Fake lead fraud is an affiliate scam in which fraudsters send fake leads to an advertiser to defraud the company for a commission.

This scam relies on synthetic identities and bot traffic to convince companies that the leads they pay for are genuine and actionable. However, all the leads generated are fake, useless junk that can’t be converted to a sale.

Fake ad hijacking is a form of affiliate marketing fraud that happens when a fraudster creates a phony ad that appears at the top of a Google search.
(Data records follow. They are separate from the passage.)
"""The extract stage: covariates from grids attached to every row over per-row windows.

The public entry points are :func:`envlink.extract.attach.attach` (``envlink.attach``)
and :func:`envlink.extract.attach.attach_many` (several covariates, each cell read once).
Vocabularies (one registry each): ``rules`` (spatial rules, one module per rule),
``statistics`` and ``windows``. The pipeline: ``options`` (baselines), ``calendars``
and ``windows`` (per-row windows in the grid's calendar), ``spatial``, ``gaps`` and
``sources`` (which cells answer a site), ``covariates`` (several covariates in one
call), ``request`` (one covariate's options, times and rows), ``plan`` (the
:class:`ExtractionPlan`), ``reader`` (chunk-aware reading of cell series),
``series`` (each cell's series read once), ``store``, ``storefiles`` and
``segments`` (the on-disk cell-series store, keyed by grid identity and cell),
``codehash`` (the source of the decoding code, part of the store's key), ``stats``
(window kernels) and ``compute`` (blocks of sources), and ``attach`` (the stage).
"""

from __future__ import annotations

__all__ = ["attach", "attach_many"]


def __getattr__(name: str):  # noqa: ANN202
    if name in __all__:
        from envlink.extract.attach import attach, attach_many

        return {"attach": attach, "attach_many": attach_many}[name]
    raise AttributeError(f"module 'envlink.extract' has no attribute {name!r}")
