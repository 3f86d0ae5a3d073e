"""On-disk cache of extraction results, keyed by grid identity and the request.

A result (value, flags, cell, distance and coverage of every row) is stored as one
``.npz`` file named by a SHA-256 key over: the grid's identity
(``attrs["envlink_identity"]``), its shape and coordinates, a hash of its values when
the grid is held in memory, every option of the request, the rows' site and period
columns, and the envlink version. Files are written atomically, so a crash leaves no
partial entry. Grids without an identity are hashed by value when in memory; lazy
grids without an identity are not cached.
"""

from __future__ import annotations

import hashlib
import json
import os
from collections.abc import Mapping
from pathlib import Path

import numpy as np
import pandas as pd
import xarray as xr

from envlink._util import atomic_path

__all__ = ["request_key", "load", "save", "default_cache_dir"]

_FIELDS = ("value", "cell_lat", "cell_lon", "distance_km", "coverage", "flags")


def default_cache_dir() -> Path:
    """``$ENVLINK_CACHE`` or ``~/.cache/envlink`` (used by the command line)."""
    env = os.environ.get("ENVLINK_CACHE")
    return Path(env) if env else Path.home() / ".cache" / "envlink"


def _grid_fingerprint(grid: xr.DataArray) -> str | None:
    h = hashlib.sha256()
    ident = grid.attrs.get("envlink_identity")
    in_memory = grid.chunks is None and bool(getattr(grid.variable, "_in_memory", False))
    if not ident and not in_memory:
        return None
    h.update(str(ident).encode())
    h.update(repr((grid.dims, grid.shape, str(grid.dtype), grid.attrs.get("units"))).encode())
    for c in ("time", "time_start", "time_end", "lat", "lon", "x", "y"):
        if c in grid.coords:
            h.update(np.ascontiguousarray(np.asarray(grid[c].values).astype(str)).tobytes())
    if in_memory:
        h.update(np.ascontiguousarray(grid.values).tobytes())
    return h.hexdigest()


def request_key(grid: xr.DataArray, table: pd.DataFrame, options: Mapping[str, object]) -> str | None:
    """SHA-256 hex key of a request, or None when the grid cannot be identified."""
    fp = _grid_fingerprint(grid)
    if fp is None:
        return None
    from envlink import __version__

    h = hashlib.sha256(fp.encode())
    h.update(json.dumps(options, sort_keys=True, default=str).encode())
    h.update(__version__.encode())
    for col in ("site_lat", "site_lon", "period_start", "period_end", "locate_status", "site_wkt"):
        if col in table.columns:
            h.update(col.encode())
            h.update("\x1f".join(table[col].astype("string").fillna("<NA>").tolist()).encode())
    return h.hexdigest()


def load(cache_dir: str | os.PathLike[str], key: str, n_rows: int) -> dict[str, np.ndarray] | None:
    """The cached arrays of ``key``, or None when absent, unreadable or of another length."""
    path = Path(cache_dir) / f"{key}.npz"
    if not path.exists():
        return None
    try:
        with np.load(path, allow_pickle=False) as z:
            out = {k: z[k] for k in _FIELDS}
    except (OSError, ValueError, KeyError):
        return None
    return out if all(v.shape[0] == n_rows for v in out.values()) else None


def save(cache_dir: str | os.PathLike[str], key: str, arrays: dict[str, np.ndarray]) -> Path:
    """Store ``arrays`` (the fields value, cell_lat, cell_lon, distance_km, coverage,
    flags) atomically under ``key``."""
    path = Path(cache_dir) / f"{key}.npz"
    with atomic_path(path) as tmp, open(tmp, "wb") as fh:
        np.savez(fh, **{k: np.asarray(arrays[k]) for k in _FIELDS})  # type: ignore[arg-type]
    return path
Consumers will be most likely to assume the ad is legitimate, as they trust Google’s due diligence process.

Once the consumer clicks on the false (and sometimes identical) ad, the hacker can hijack a company’s paid ad space and steal their traffic by targeting branded keywords. If the scam succeeds, consumers will assume they’re visiting a legitimate site and make a purchase, for which the fraudster will claim the affiliate commission.

You’d think everyone would be wise to this tactic by now. However, there are still many forms of this tried and true clickbait scam that tend to catch consumers now and again.

Fraudsters use talking points like saying “this one simple trick can save you thousands” or “click here for the secret to losing 20 pounds in one week.” Others will imply that the promised benefit will magically appear if you click into a video provided by the poster’s “partners” or “sponsors.”

In reality, the consumer will be led down a rabbit hole of descending click-in scams designed to generate fake affiliate clicks for the scammer. Even worse, they can parlay this scam into gaining access to the user’s computer and private data.

Lastly, pay-to-join scams are another form of affiliate fraud that asks retailers to pay for memberships with various agencies. The scam is relatively easy to commit, as it might seem rational that you should pay to join an affiliate program.

The fact is that most credible affiliate programs do not feature sign-up fees or up-front membership costs. As the name implies, performance marketing should be based on performance. If a network has faith in their affiliates, they shouldn’t require a big, up-front investment to start using their service.